import { describe, expect, it } from "vitest";
import { fitDecay } from "../../../src/core/decay/fitDecay.ts";
import { fitPowerLaw } from "../../../src/core/decay/fitPowerLaw.ts";
import {
  type FitPoint,
  fitWindow,
  inflation,
  type WindowFit,
  windowQuantity,
} from "../../../src/core/decay/fitWindow.ts";
import type { DecaySettings } from "../../../src/core/decayResult.ts";
import { isEstimate, type Quantity } from "../../../src/core/quantity.ts";
import { chiSquareTail } from "../../../src/core/signal/distributions/chiSquareTail.ts";
import { studentQuantile } from "../../../src/core/signal/distributions/studentQuantile.ts";
import { seededRandom } from "../../../src/core/signal/seededRandom.ts";
import { expectClose } from "../../support/expectClose.ts";
import { known, lawStations, plainSettings, spacedFrom } from "../../support/lawStations.ts";
import { sharedRecords } from "../../support/sharedRecords.ts";

const xs = spacedFrom(1, 4, 40, 8);
const scatter = [0.01, -0.02, 0.015, 0, -0.01, 0.02, -0.005, 0.01];
const settings: DecaySettings = { ...plainSettings, window: [0, 99] };
const pointsOf = (error: number | null, q = (x: number) => (x - 1) ** -1.25): FitPoint[] =>
  xs.map((x, i) => ({ x, q: q(x) * Math.exp(scatter[i]), smoothedError: error }));
const dataOf = (points: readonly FitPoint[]) => {
  return {
    x: points.map(({ x }) => x),
    q: points.map(({ q }) => q),
    error: points[0].smoothedError === null ? null : points.map(({ smoothedError }) => smoothedError ?? 1),
  };
};
function sound(points: readonly FitPoint[], choice: Partial<DecaySettings> = {}): WindowFit {
  const window = fitWindow(points, { ...settings, ...choice });
  if ("refused" in window) throw new Error(window.refused);
  return window;
}
const refusal = (points: readonly FitPoint[], choice: Partial<DecaySettings> = {}) => {
  const window = fitWindow(points, { ...settings, ...choice });
  return "refused" in window ? window.refused : "";
};
const endsOf = (quantity: Quantity) => (isEstimate(quantity) ? [quantity.low, quantity.high] : []);
const z2 = 1.959963984540054 ** 2;
const found = { relative: 1e-4, because: "an end is found to a millionth of its distance" };

describe("a law of one window", () => {
  it("with errors that cover the scatter has their chi-square, and a drop of 3.84", () => {
    const window = sound(pointsOf(0.02));
    const { residualSum } = fitPowerLaw(dataOf(pointsOf(0.02)));
    expectClose(window.p, chiSquareTail(residualSum, 5), { relative: 1e-6, because: "the same fit" });
    expect([window.scattered, window.variance]).toEqual([false, 1]);
    expectClose(window.drop, z2, { relative: 1e-9, because: "chi-square of one number at 95 %" });
  });
  it.each([
    ["errors too small for the scatter", 0.004],
    ["equal weights", null],
  ])("with %s has the variance of the scatter, and Student's drop", (_, error) => {
    const window = sound(pointsOf(error));
    const { residualSum } = fitPowerLaw(dataOf(pointsOf(error)));
    expect(window.scattered).toBe(true);
    if (error === null) expect(window.p).toBeNull();
    else expect(window.p).toBeLessThan(0.05);
    expectClose(window.variance, residualSum / 5, { relative: 1e-6, because: "the same fit" });
    expectClose(window.drop, (residualSum / 5) * studentQuantile(0.975, 5) ** 2, {
      relative: 1e-6,
      because: "t² = F",
    });
  });
  it.each(["n", "x0"] as const)(
    "has ends of %s at which the best of the others raises the sum by the drop",
    (key) => {
      for (const error of [0.02, 0.004, null]) {
        const points = pointsOf(error);
        const window = sound(points);
        for (const end of endsOf(windowQuantity(window, key))) {
          const held = fitPowerLaw(dataOf(points), { [key]: end ?? 0 });
          expectClose(held.residualSum - window.fit.residualSum, window.drop, found);
        }
      }
    },
  );
  it("has errors of n and x0 on the linear scale, of A on that of logarithms", () => {
    const window = sound(pointsOf(0.02));
    const { standardError } = window.fit;
    for (const [key, scale] of [
      ["n", "linear"],
      ["x0", "linear"],
      ["A", "log"],
    ] as const) {
      const quantity = windowQuantity(window, key);
      const error = isEstimate(quantity) ? quantity.error : undefined;
      expect([error?.scale, error?.freedom]).toEqual([scale, null]);
      const standard = (standardError?.[key] ?? 0) / (key === "A" ? window.fit.A : 1);
      expectClose(error?.standard, standard, { relative: 1e-9, because: "the same covariance" });
    }
    const scattered = windowQuantity(sound(pointsOf(null)), "n");
    expect(isEstimate(scattered) ? scattered.error?.freedom : 0).toBe(5);
  });
  it("gives no interval to what was held", () => {
    const window = sound(pointsOf(0.02), { x0: 1 });
    expect(windowQuantity(window, "x0")).toMatchObject({ value: 1, low: null, why_low: "held, not fitted" });
    expect(endsOf(windowQuantity(window, "n"))[0]).not.toBeNull();
    const other = sound(pointsOf(0.02), { n: 1.2 });
    expect(windowQuantity(other, "n")).toMatchObject({ value: 1.2, low: null });
    expect(endsOf(windowQuantity(other, "A"))[0]).not.toBeNull();
  });
  it("counts A in the reference length", () => {
    const metres = sound(pointsOf(0.02));
    const meshes = sound(pointsOf(0.02), { referenceLength: 0.5 });
    expectClose(meshes.fit.A, metres.fit.A * 0.5 ** -metres.fit.n, { relative: 1e-6, because: "(x/ell)^-n" });
  });
});

describe("there is no law", () => {
  it.each([
    [0, {}, "no station lie in the window, and a law with a free virtual origin needs four"],
    [1, {}, "one station lies in the window, and a law with a free virtual origin needs four"],
    [3, {}, "three stations lie in the window, and a law with a free virtual origin needs four"],
    [2, { n: 1.2 }, "two stations lie in the window, and a law with its exponent held needs three"],
    [2, { x0: 1 }, "two stations lie in the window, and a law with its virtual origin held needs three"],
    [
      1,
      { x0: 1, n: 1.2 },
      "one station lies in the window, and a law with origin and exponent held needs two",
    ],
  ])("for %d stations with %j", (count, choice, words) => {
    expect(refusal(pointsOf(0.02).slice(0, count), choice)).toBe(words);
    expect(refusal(pointsOf(0.02).slice(0, count + 1), choice)).not.toBe(words);
  });
  it("for stations at fewer places than it needs", () => {
    const twice = [...pointsOf(0.02).slice(0, 3), ...pointsOf(0.02).slice(0, 3)];
    expect(refusal(twice)).toMatch(/^three stations lie/);
  });
  it("for what falls like an exponential, grows, or does not tell its numbers apart", () => {
    const clean = (q: (x: number) => number) => refusal(xs.map((x) => ({ x, q: q(x), smoothedError: 0.02 })));
    expect(clean((x) => Math.exp(-x / 10))).toMatch(/exponential/);
    expect(clean((x) => Math.exp(-((x / 20) ** 2)))).toMatch(/exponential/);
    // its scatter puts the best origin some 18 000 lengths upstream, with an A beyond all numbers
    expect(refusal(pointsOf(0.02, (x) => Math.exp(-x / 10)))).toMatch(/do not tell/);
    expect(
      refusal(
        pointsOf(0.02, (x) => x),
        { x0: 1 },
      ),
    ).toMatch(/not fall/);
    expect(refusal(pointsOf(0.02).slice(0, 4), {})).toBe("");
  });
});

describe("common blocks that tell another error than the fit", () => {
  const window = sound(pointsOf(0.02));
  const own = (window.fit.unitCovariance ?? []).slice();
  const together = (factor: number) => {
    return { ...window, together: { covariance: own.map((value) => value * factor), freedom: 30 } };
  };
  it("scale the variance of each number, with their own freedom, up or down", () => {
    for (const factor of [4, 0.25]) {
      const { ratio, freedom } = inflation(together(factor), "n");
      expectClose(ratio, factor, { relative: 1e-12, because: "the ratio of both variances" });
      expect(freedom).toBe(30);
      const quantity = windowQuantity(together(factor), "n");
      const plain = windowQuantity(window, "n");
      if (!isEstimate(quantity) || !isEstimate(plain)) throw new Error("missing");
      expectClose(quantity.error?.standard, (plain.error?.standard ?? 0) * Math.sqrt(factor), {
        relative: 1e-12,
        because: "the root of the ratio",
      });
      const drop = studentQuantile(0.975, 30) ** 2 * factor;
      for (const end of endsOf(quantity)) {
        const held = fitPowerLaw(dataOf(pointsOf(0.02)), { n: end ?? 0 });
        expectClose(held.residualSum - window.fit.residualSum, drop, found);
      }
    }
  });
  it("count only where they are larger if the scatter exceeds the errors", () => {
    const wild = sound(pointsOf(0.004));
    const scaled = (factor: number) => {
      const covariance = (wild.fit.unitCovariance ?? []).map((value) => value * wild.variance * factor);
      return inflation({ ...wild, together: { covariance, freedom: 30 } }, "x0");
    };
    expect(scaled(0.5)).toEqual({ ratio: 1, freedom: 5 });
    expectClose(scaled(2).ratio, 2, { relative: 1e-12, because: "the ratio of both variances" });
    expect(scaled(2).freedom).toBe(30);
  });
  it("say nothing of a number that was held", () => {
    const held = sound(pointsOf(0.02), { x0: 1 });
    const zero = { ...held, together: { covariance: new Array(9).fill(0), freedom: 30 } };
    expect(inflation(zero, "x0")).toEqual({ ratio: 1, freedom: null });
  });
});

describe("the covariance a decay carries", () => {
  const law = { A: 0.06, x0: 1, n: 1.25, ell: 1, U: 6, nu: 1.5e-5, B: 0.1, m: 0.375 };
  const stations = lawStations(law, xs, 0.02, (i) => Math.exp(scatter[i]));
  const moving = stations.map((one, i) => ({ ...one, U: known(6 + i / 2, 1e-5) }));
  const shared = sharedRecords(
    { A: 0.06, x0: 4, n: 1.25, U: 1 },
    spacedFrom(4, 20, 80, 12),
    0.95,
    seededRandom(1),
  );

  it.each([
    ["along x", stations, {}],
    ["along the time of flight", moving, {}],
    ["with equal weights", stations, { weights: "equal" }],
    ["of common blocks", shared, { quantity: "uu", window: [0, 100] }],
  ] as const)("agrees with the errors of n and x0, and their correlation: %s", (_, of, choice) => {
    const decay = fitDecay([...of], { ...settings, ...choice } as DecaySettings);
    const { covariance } = decay.law ?? { covariance: [] };
    const error = (quantity: Quantity) => (isEstimate(quantity) ? (quantity.error?.standard ?? 0) : 0);
    const digits = { relative: 1e-6, because: "the same numbers, carried to x" };
    expectClose(Math.sqrt(covariance[8]), error(decay.given_window.n), digits);
    expectClose(Math.sqrt(covariance[4]), error(decay.given_window.x0), digits);
    expectClose(covariance[5], covariance[7], { relative: 1e-12, because: "it is symmetric" });
    if (decay.together === null)
      expectClose(
        covariance[5] / Math.sqrt(covariance[4] * covariance[8]),
        decay.correlation_n_x0 ?? 0,
        digits,
      );
    expectClose(decay.law?.x0, decay.x0.value ?? 0, digits);
    expect(decay.law?.n).toBe(decay.n.value);
    expectClose(decay.law?.A, decay.A.value ?? 0, digits);
  });
  it("has Student's t of its freedom, and a reduced chi-square where errors are known", () => {
    const sampled = fitDecay(stations, settings);
    expect([sampled.law?.freedom, sampled.chi2_reduced !== null]).toEqual([null, true]);
    expectClose(chiSquareTail((sampled.chi2_reduced ?? 0) * 5, 5), sampled.p ?? 0, {
      relative: 1e-9,
      because: "N - 3 = 5",
    });
    const equal = fitDecay(stations, { ...settings, weights: "equal" });
    expect([equal.law?.freedom, equal.chi2_reduced, equal.p]).toEqual([5, null, null]);
    expectClose(equal.law?.quantile, studentQuantile(0.975, 5), {
      relative: 1e-6,
      because: "the same quantile",
    });
  });
  it("is missing with all else where there is no law, and says why", () => {
    const none = fitDecay(stations.slice(0, 3), settings);
    const why = expect.stringMatching(/three stations/);
    for (const quantity of [none.n, none.x0, none.A, none.given_window.n, none.given_window.x0])
      expect(quantity).toMatchObject({ value: null, why });
    expect([
      none.law,
      none.p,
      none.chi2_reduced,
      none.correlation_n_x0,
      none.converged,
      none.near_field,
    ]).toEqual([null, null, null, null, false, null]);
    expect(none.growth.m.value).toBeNull();
    expect(fitDecay([], { ...settings, window: "auto" }).window).toEqual([0, 0]);
    expect(fitDecay([], settings).window).toEqual([0, 99]);
  });
  it("leaves stations at or before a held origin out, and unites later starts where the window is automatic", () => {
    const held = fitDecay(stations, { ...settings, x0: xs[1] });
    expect(held.points.map(({ used }) => used)).toEqual([false, false, true, true, true, true, true, true]);
    const auto = fitDecay(stations, { ...settings, window: "auto" });
    expect(auto.windowChosen).toBe("auto");
    const width = (quantity: Quantity) => (endsOf(quantity)[1] ?? 0) - (endsOf(quantity)[0] ?? 0);
    expect(width(auto.n)).toBeGreaterThan(width(auto.given_window.n));
    const given = fitDecay(stations, settings);
    expect(given.n).toEqual(given.given_window.n);
    expect(given.x0).toEqual(given.given_window.x0);
  });
});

### Brief
Above are the records; copy exactly the lines from the line with "if (!isEstimate(quantity) ||" through the line with "0.1, m: 0.375", both included.

### Response
      if (!isEstimate(quantity) || !isEstimate(plain)) throw new Error("missing");
      expectClose(quantity.error?.standard, (plain.error?.standard ?? 0) * Math.sqrt(factor), {
        relative: 1e-12,
        because: "the root of the ratio",
      });
      const drop = studentQuantile(0.975, 30) ** 2 * factor;
      for (const end of endsOf(quantity)) {
        const held = fitPowerLaw(dataOf(pointsOf(0.02)), { n: end ?? 0 });
        expectClose(held.residualSum - window.fit.residualSum, drop, found);
      }
    }
  });
  it("count only where they are larger if the scatter exceeds the errors", () => {
    const wild = sound(pointsOf(0.004));
    const scaled = (factor: number) => {
      const covariance = (wild.fit.unitCovariance ?? []).map((value) => value * wild.variance * factor);
      return inflation({ ...wild, together: { covariance, freedom: 30 } }, "x0");
    };
    expect(scaled(0.5)).toEqual({ ratio: 1, freedom: 5 });
    expectClose(scaled(2).ratio, 2, { relative: 1e-12, because: "the ratio of both variances" });
    expect(scaled(2).freedom).toBe(30);
  });
  it("say nothing of a number that was held", () => {
    const held = sound(pointsOf(0.02), { x0: 1 });
    const zero = { ...held, together: { covariance: new Array(9).fill(0), freedom: 30 } };
    expect(inflation(zero, "x0")).toEqual({ ratio: 1, freedom: null });
  });
});

describe("the covariance a decay carries", () => {
  const law = { A: 0.06, x0: 1, n: 1.25, ell: 1, U: 6, nu: 1.5e-5, B: 0.1, m: 0.375 };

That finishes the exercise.